27 Daily instruction does not mean that a father must constantly be quoting the Scriptures to his children. But he needs to know what the Bible says and convey the spirit of its message to his children. His own attitude, words and actions should be in harmony with the Scriptures. Whenever the children need guidance, he should be able to help them to see things from the Biblical standpoint. In this way, God’s Word will be prominently before the children. A wife can be of great assistance to her husband in providing such vital training.—Prov. 1:8; 6:20; 31:26.
28. What must a wife do if her husband does not follow the counsel of God’s Word?
28 What if a husband does not take God’s Word seriously? What if only the wife appreciates its counsel? In that case the responsibility for bringing children up in the “mental-regulating of Jehovah” rests with the wife. (Compare Proverbs 31:1) This is not an ideal situation, but it is not hopeless. Many women have succeeded in aiding their children to become exemplary servants of Jehovah God.
29. How does the case of Timothy show that a mother can give fine Scriptural training despite the unbelief of her husband?
29 Take the case of Timothy in the first century C.E. Due to the efforts of his mother Eunice and likely also of his grandmother Lois, he came to appreciate the Scriptures. His mother, though it may have been difficult for her on account of her unbelieving husband, started teaching the Scriptures to her son at a very early age. That is why the apostle Paul could say to Timothy: “From infancy you have known the holy writings.” (2 Tim. 3:15) Yes, from his earliest recollections, Timothy never knew of a time when he had not been acquainted with the Sacred Scriptures. That excellent training contributed much toward making him a fine example in young manhood. He was well reported on by all who knew him well. (Acts 16:1, 2) To the congregation at Philippi, the apostle Paul said of Timothy: “I have no one else of a disposition like his who will genuinely care for the things pertaining to you. . . . you know the proof he gave of himself, that like a child with a father he slaved with me in furtherance of the good news.”—Phil. 2:20-22.
30. How should parents feel about training children even if they have only recently come to appreciate the value of the Bible?
30 There can be no question that training children in the way the Bible outlines requires much time and effort. But are not the time spent and the effort put forth well worth it? Is it not rewarding when children prove themselves to be a credit to their parents? Even if parents have failed in the past because of not appreciating the value of the Bible, they may still be able to undo the damage resulting from lack of proper guidance and discipline. The application of the Bible’s principles may even reach the hearts of older children as they see that their parents truly have their best interests at heart.

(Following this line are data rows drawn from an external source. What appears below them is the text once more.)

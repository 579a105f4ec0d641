import type { MigrationInterface, QueryRunner } from "typeorm";

export class TellOwners1796130000012 implements MigrationInterface {
  name = "TellOwners1796130000012";

  public async up(queryRunner: QueryRunner): Promise<void> {
    await queryRunner.query(
      `ALTER TABLE \`fitting_table\` ADD \`toldOfRelease\` int UNSIGNED NOT NULL DEFAULT '0'`,
    );
  }

  public async down(queryRunner: QueryRunner): Promise<void> {
    await queryRunner.query(`ALTER TABLE \`fitting_table\` DROP COLUMN \`toldOfRelease\``);
  }
}
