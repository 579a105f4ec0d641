import { useMutation, useQuery } from "@apollo/client/react";
import { useEffect, useState } from "react";
import { View } from "react-native";

import { userMessage } from "@/apollo/userMessage";
import { useSession } from "@/apollo/useSession";
import { Button } from "@/components/Button";
import { Card } from "@/components/Card";
import { Confirm } from "@/components/Confirm";
import { Empty } from "@/components/feedback/Empty";
import { Failed } from "@/components/feedback/Failed";
import { Loading } from "@/components/feedback/Loading";
import { Field } from "@/components/Field";
import { Notice } from "@/components/Notice";
import { Body, Caption, Dense } from "@/components/Text";
import { dateTime } from "@/components/when";
import { useColors } from "@/theme/ThemeProvider";
import {
  GrantRoleDocument,
  PeopleDocument,
  type PersonPartsFragment,
  RevokeRoleDocument,
} from "~graphql/generated/graphql";
import { type Role, ROLES } from "~shared/review/states";

import { MaintainerPage } from "./Gate";

const SEARCH_DELAY_MS = 300;

export function PeopleScreen() {
  return (
    <MaintainerPage title="People" subtitle="Roles of the registry" here="/desk/people">
      <People />
    </MaintainerPage>
  );
}

interface Asked {
  person: PersonPartsFragment;
  role: Role;
  grant: boolean;
}

function People() {
  const [typed, setTyped] = useState("");
  const [text, setText] = useState("");
  useEffect(() => {
    const timer = setTimeout(() => setText(typed.trim()), SEARCH_DELAY_MS);
    return () => clearTimeout(timer);
  }, [typed]);
  const { data, previousData, loading, error, refetch } = useQuery(PeopleDocument, {
    variables: { text: text === "" ? null : text },
    fetchPolicy: "cache-and-network",
  });
  const { viewer, refetch: refetchSession } = useSession();
  const [grant, granting] = useMutation(GrantRoleDocument);
  const [revoke, revoking] = useMutation(RevokeRoleDocument);
  const [asked, setAsked] = useState<Asked | null>(null);
  const [outcome, setOutcome] = useState<{ good: boolean; text: string } | null>(null);
  const people = (data ?? previousData)?.people;

  const change = async ({ person, role, grant: giving }: Asked) => {
    setAsked(null);
    setOutcome(null);
    try {
      const variables = { personId: person.id, role };
      const result = giving
        ? (await grant({ variables })).data?.grantRole
        : (await revoke({ variables })).data?.revokeRole;
      if (result?.__typename === "Person") {
        const word = giving ? `is ${article(role)} now` : `is no ${role} any more`;
        setOutcome({ good: true, text: `${person.nameOnPapers} ${word}.` });
        if (person.id === viewer?.id) await refetchSession();
      } else {
        setOutcome({
          good: false,
          text: result?.message ?? "The server gave no answer. Try again.",
        });
      }
    } catch (failure) {
      setOutcome({ good: false, text: userMessage(failure) });
    }
  };

  return (
    <View style={{ gap: 16, maxWidth: 860 }}>
      <Field
        name="search"
        label="Search by name or address"
        value={typed}
        onChangeText={setTyped}
        inputMode="search"
        autoComplete="off"
      />
      {outcome ? <Notice grade={outcome.good ? "done" : "error"}>{outcome.text}</Notice> : null}
      {loading && !people ? <Loading label="Fetching people" /> : null}
      {error && !people ? <Failed error={error} onRetry={() => void refetch()} /> : null}
      {people && people.length === 0 ? (
        <Empty
          icon="account-group-outline"
          title="Nobody has this name or address"
          text="Search for a part of it, or clear the search."
          action={<Button kind="tonal" label="Clear the search" onPress={() => setTyped("")} />}
        />
      ) : null}
      {people && people.length > 0 ? (
        <Card flush>
          <View role="list" aria-label="People">
            {people.map((person, index) => (
              <PersonRow
                key={person.id}
                person={person}
                first={index === 0}
                busy={granting.loading || revoking.loading}
                onAsk={(role, giving) => setAsked({ person, role, grant: giving })}
              />
            ))}
          </View>
        </Card>
      ) : null}
      <Confirm
        visible={asked !== null}
        title={asked ? question(asked) : ""}
        text={asked ? consequence(asked) : ""}
        confirmLabel={asked?.grant ? "Grant the role" : "Revoke the role"}
        onConfirm={() => asked && void change(asked)}
        onCancel={() => setAsked(null)}
      />
    </View>
  );
}

function article(role: Role): string {
  return role === "editor" ? "an editor" : `a ${role}`;
}

function question({ person, role, grant }: Asked): string {
  return grant
    ? `Make ${person.nameOnPapers} ${article(role)}?`
    : `Take the ${role} role from ${person.nameOnPapers}?`;
}

const MAY: Record<Role, string> = {
  contributor: "A contributor submits constraints and imports files.",
  editor: "An editor reads submissions again and decides them, never their own.",
  maintainer: "A maintainer grants roles, this one too.",
};

function consequence({ role, grant }: Asked): string {
  return grant ? MAY[role] : "What was done in this role stays on record. It can be granted again.";
}

function PersonRow({
  person,
  first,
  busy,
  onAsk,
}: {
  person: PersonPartsFragment;
  first: boolean;
  busy: boolean;
  onAsk: (role: Role, grant: boolean) => void;
}) {
  const colors = useColors();
  return (
    <View
      role="listitem"
      style={{ padding: 16, gap: 8, borderTopWidth: first ? 0 : 1, borderColor: colors.hairline }}
    >
      <View>
        <Body style={{ fontWeight: "600" }}>{person.nameOnPapers}</Body>
        <Dense muted>{person.email}</Dense>
        <Caption>
          {person.confirmed
            ? `Registered ${dateTime(person.registeredAt)}`
            : "Address not confirmed yet: no role can be granted"}
        </Caption>
      </View>
      <View style={{ flexDirection: "row", flexWrap: "wrap", gap: 8 }}>
        {ROLES.map((role) => {
          const has = person.roles.includes(role);
          return (
            <Button
              key={role}
              kind={has ? "tonal" : "outline"}
              icon={has ? "check" : "plus"}
              label={role.charAt(0).toUpperCase() + role.slice(1)}
              accessibilityLabel={
                has
                  ? `Revoke the ${role} role of ${person.nameOnPapers}`
                  : `Grant ${person.nameOnPapers} the ${role} role`
              }
              busy={busy}
              onPress={() => onAsk(role, !has)}
            />
          );
        })}
      </View>
    </View>
  );
}
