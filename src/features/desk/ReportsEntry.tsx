import { useQuery } from "@apollo/client/react";
import { View } from "react-native";

import { Card } from "@/components/Card";
import { ListRow } from "@/components/ListRow";
import { Dense, Section } from "@/components/Text";
import { waitingTime } from "@/components/when";
import { ErrorReportsDocument } from "~graphql/generated/graphql";

/** The way to what readers report, with how many wait and for how long. */
export function ReportsEntry() {
  const { data } = useQuery(ErrorReportsDocument, {
    variables: { state: "open" },
    fetchPolicy: "cache-and-network",
  });
  const open = data?.errorReports;
  return (
    <View style={{ gap: 16 }}>
      <Section>Error reports</Section>
      <Card flush>
        <View role="list" aria-label="Error reports">
          <ListRow href="/desk/reports" first>
            <Dense style={{ fontWeight: "600" }}>What readers find wrong</Dense>
            <Dense muted>{open ? waits(open) : "Read and answer"}</Dense>
          </ListRow>
        </View>
      </Card>
    </View>
  );
}

function waits(open: readonly { reportedAt: string }[]): string {
  const [oldest] = open;
  if (!oldest) return "None waits for an answer";
  const time = waitingTime(oldest.reportedAt);
  return open.length === 1
    ? `1 waits for an answer, for ${time}`
    : `${open.length} wait for an answer, the oldest for ${time}`;
}
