import type { MigrationInterface, QueryRunner } from "typeorm";
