import { View } from "react-native";

import { useSession } from "@/apollo/useSession";
import { Card } from "@/components/Card";
import { ListRow } from "@/components/ListRow";
import { Dense, Section } from "@/components/Text";

/** What a maintainer keeps. */
export function MaintainerDesk() {
  const { demonstration } = useSession();
  return (
    <View style={{ gap: 16 }}>
      <Section>Maintaining</Section>
      <Card flush>
        <View role="list" aria-label="Maintaining">
          <ListRow href="/desk/people" first>
            <Dense style={{ fontWeight: "600" }}>People</Dense>
            <Dense muted>Find a person, grant and revoke roles</Dense>
          </ListRow>
          <ListRow href="/desk/vocabulary" first={false}>
            <Dense style={{ fontWeight: "600" }}>Method vocabulary</Dense>
            <Dense muted>Methods, their families, definitions and cautions</Dense>
          </ListRow>
          <ListRow href="/desk/releases" first={false}>
            <Dense style={{ fontWeight: "600" }}>Releases</Dense>
            <Dense muted>Cut a numbered snapshot of all approved records</Dense>
          </ListRow>
          <ListRow href="/desk/log" first={false}>
            <Dense style={{ fontWeight: "600" }}>Event log</Dense>
            <Dense muted>Who did what, and when; each event chained to the one before</Dense>
          </ListRow>
          {demonstration ? (
            <ListRow href="/desk/mail" first={false}>
              <Dense style={{ fontWeight: "600" }}>Caught mail</Dense>
              <Dense muted>Mails the demonstration would have sent</Dense>
            </ListRow>
          ) : null}
        </View>
      </Card>
    </View>
  );
}
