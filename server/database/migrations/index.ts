import type { MigrationInterface } from "typeorm";

import { Schema1796111633401 } from "./1796111633401-Schema";
import { MethodVocabulary1796130000003 } from "./1796130000003-MethodVocabulary";
import { NamedDataAndLife1796130000004 } from "./1796130000004-NamedDataAndLife";
import { CorrelatedSets1796130000005 } from "./1796130000005-CorrelatedSets";
import { DeskAndAuthorCheck1796130000006 } from "./1796130000006-DeskAndAuthorCheck";
import { Evidence1796130000007 } from "./1796130000007-Evidence";
import { PeopleAndReports1796130000008 } from "./1796130000008-PeopleAndReports";
import { Releases1796130000010 } from "./1796130000010-Releases";
import { TableVersions1796130000011 } from "./1796130000011-TableVersions";
import { TellOwners1796130000012 } from "./1796130000012-TellOwners";
import { ApiTokens1796130000035 } from "./1796130000035-ApiTokens";
import { TablesByVersionOnly1796130000038 } from "./1796130000038-TablesByVersionOnly";

/** Every migration, oldest first. A list, not a glob: it is the same under swc, Jest and build/. */
export const migrations: (new () => MigrationInterface)[] = [
  Schema1796111633401,
  MethodVocabulary1796130000003,
  NamedDataAndLife1796130000004,
  CorrelatedSets1796130000005,
  DeskAndAuthorCheck1796130000006,
  Evidence1796130000007,
  PeopleAndReports1796130000008,
  Releases1796130000010,
  TableVersions1796130000011,
  TellOwners1796130000012,
  ApiTokens1796130000035,
  TablesByVersionOnly1796130000038,
];
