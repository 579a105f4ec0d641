import { useLocalSearchParams, useRouter } from "expo-router";
import { useMemo } from "react";

const NAMES = ["person", "about", "kind", "from", "to"] as const;
export type LogFilterName = (typeof NAMES)[number];
export type LogFilter = Partial<Record<LogFilterName, string>>;

const one = (value: string | string[] | undefined): string =>
  ((Array.isArray(value) ? value[0] : value) ?? "").trim();

/** What the log is narrowed to, kept in the page's address: a link or a reload keeps it. */
export function useLogFilter() {
  const params = useLocalSearchParams();
  const router = useRouter();
  const key = JSON.stringify(params);
  return useMemo(() => {
    const filter: LogFilter = {};
    for (const name of NAMES) {
      const value = one(params[name]);
      if (value !== "") filter[name] = value;
    }
    const asked = Number(one(params.before));
    const query = new URLSearchParams(filter as Record<string, string>).toString();
    return {
      filter,
      /** The page of the list: events older than this one; null for the newest. */
      before: Number.isInteger(asked) && asked > 0 ? asked : null,
      /** The filter as it stands behind an address, with its question mark. */
      query: query === "" ? "" : `?${query}`,
      /** Narrows and begins at the newest again. */
      set: (changes: LogFilter): void =>
        router.setParams({
          ...Object.fromEntries(
            Object.entries(changes).map(([name, value]) => [name, value?.trim() || undefined]),
          ),
          before: undefined,
        }),
      clear: (): void =>
        router.setParams({
          ...Object.fromEntries(NAMES.map((name) => [name, undefined])),
          before: undefined,
        }),
      goBefore: (before: number | null): void =>
        router.setParams({ before: before === null ? undefined : String(before) }),
    };
    // The parameters are compared by content: their object is new at every render.
    // eslint-disable-next-line react-hooks/exhaustive-deps
  }, [key, router]);
}
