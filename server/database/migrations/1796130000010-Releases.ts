import type { MigrationInterface, QueryRunner } from "typeorm";

export class Releases1796130000010 implements MigrationInterface {
  name = "Releases1796130000010";

  public async up(queryRunner: QueryRunner): Promise<void> {
    await queryRunner.query(
      `CREATE TABLE \`registry_release\` (\`number\` int UNSIGNED NOT NULL, \`cutAt\` datetime(6) NOT NULL, \`cutById\` uuid NOT NULL, \`notes\` text NOT NULL, \`digest\` char(64) NOT NULL, \`records\` int UNSIGNED NOT NULL, \`licence\` varchar(120) NOT NULL, \`demonstration\` tinyint NOT NULL, \`surroundings\` mediumtext NOT NULL, \`lastEventSequence\` int UNSIGNED NOT NULL, \`lastEventDigest\` char(64) NOT NULL, \`lastEventAt\` datetime(6) NOT NULL, PRIMARY KEY (\`number\`)) ENGINE=InnoDB`,
    );
    await queryRunner.query(
      `CREATE TABLE \`registry_release_row\` (\`releaseNumber\` int UNSIGNED NOT NULL, \`constraintId\` int UNSIGNED NOT NULL, \`ordinal\` int UNSIGNED NOT NULL, \`digest\` char(64) NOT NULL, \`content\` mediumtext NOT NULL, INDEX \`IDX_434e66bc607412e56aa48d7be9\` (\`constraintId\`), PRIMARY KEY (\`releaseNumber\`, \`constraintId\`)) ENGINE=InnoDB`,
    );
    await queryRunner.query(
      `ALTER TABLE \`registry_release\` ADD CONSTRAINT \`FK_b5aec7f28aaddf64316dcc8c7fb\` FOREIGN KEY (\`cutById\`) REFERENCES \`user\`(\`id\`) ON DELETE RESTRICT ON UPDATE NO ACTION`,
    );
    await queryRunner.query(
      `ALTER TABLE \`registry_release_row\` ADD CONSTRAINT \`FK_347622bd9704f3b5816cee5be0d\` FOREIGN KEY (\`releaseNumber\`) REFERENCES \`registry_release\`(\`number\`) ON DELETE RESTRICT ON UPDATE NO ACTION`,
    );
  }

  public async down(queryRunner: QueryRunner): Promise<void> {
    await queryRunner.query(
      `ALTER TABLE \`registry_release_row\` DROP FOREIGN KEY \`FK_347622bd9704f3b5816cee5be0d\``,
    );
    await queryRunner.query(
      `ALTER TABLE \`registry_release\` DROP FOREIGN KEY \`FK_b5aec7f28aaddf64316dcc8c7fb\``,
    );
    await queryRunner.query(
      `DROP INDEX \`IDX_434e66bc607412e56aa48d7be9\` ON \`registry_release_row\``,
    );
    await queryRunner.query(`DROP TABLE \`registry_release_row\``);
    await queryRunner.query(`DROP TABLE \`registry_release\``);
  }
}
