import type { MigrationInterface, QueryRunner } from "typeorm";

export class ApiTokens1796130000035 implements MigrationInterface {
  name = "ApiTokens1796130000035";

  public async up(queryRunner: QueryRunner): Promise<void> {
    await queryRunner.query(
      `CREATE TABLE \`api_token\` (
        \`id\` uuid NOT NULL,
        \`ownerId\` uuid NOT NULL,
        \`name\` varchar(60) NOT NULL,
        \`scopes\` json NOT NULL,
        \`hash\` char(64) CHARACTER SET "ascii" COLLATE "ascii_bin" NOT NULL,
        \`start\` varchar(12) CHARACTER SET "ascii" COLLATE "ascii_bin" NOT NULL,
        \`createdAt\` datetime(6) NOT NULL DEFAULT CURRENT_TIMESTAMP(6),
        \`expiresAt\` datetime(6) NOT NULL,
        \`lastUsedAt\` datetime(6) NULL,
        \`revokedAt\` datetime(6) NULL,
        INDEX \`api_token_owner\` (\`ownerId\`),
        UNIQUE INDEX \`api_token_hash\` (\`hash\`),
        PRIMARY KEY (\`id\`)
      ) ENGINE=InnoDB`,
    );
    await queryRunner.query(
      `ALTER TABLE \`api_token\` ADD CONSTRAINT \`FK_27a75ebb5cf91dcbdc882cfc3fa\` FOREIGN KEY (\`ownerId\`) REFERENCES \`user\`(\`id\`) ON DELETE CASCADE ON UPDATE NO ACTION`,
    );
  }

  public async down(queryRunner: QueryRunner): Promise<void> {
    await queryRunner.query(`DROP TABLE \`api_token\``);
  }
}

31. What is required of a person who seeks to live by the Bible, and how is he benefited?
31 Living by the Bible does indeed bring lasting gain. To do so, we must really know what it says and seek to be guided by the spirit of its teaching in all that we do. This is something that cannot be done overnight. It takes continual study of God’s Word and a burning desire to conform to its wise counsel. This, in turn, leads to true happiness, security, contentment and peace. As the Bible book of Proverbs puts it: “Happy is the man that has found wisdom, and the man that gets discernment, for having it as gain is better than having silver as gain and having it as produce than gold itself. It is more precious than corals, and all other delights of yours cannot be made equal to it. Length of days is in its right hand; in its left hand there are riches and glory. Its ways are ways of pleasantness, and all its roadways are peace. It is a tree of life to those taking hold of it, and those keeping fast hold of it are to be called happy.”—Prov. 3:13-18.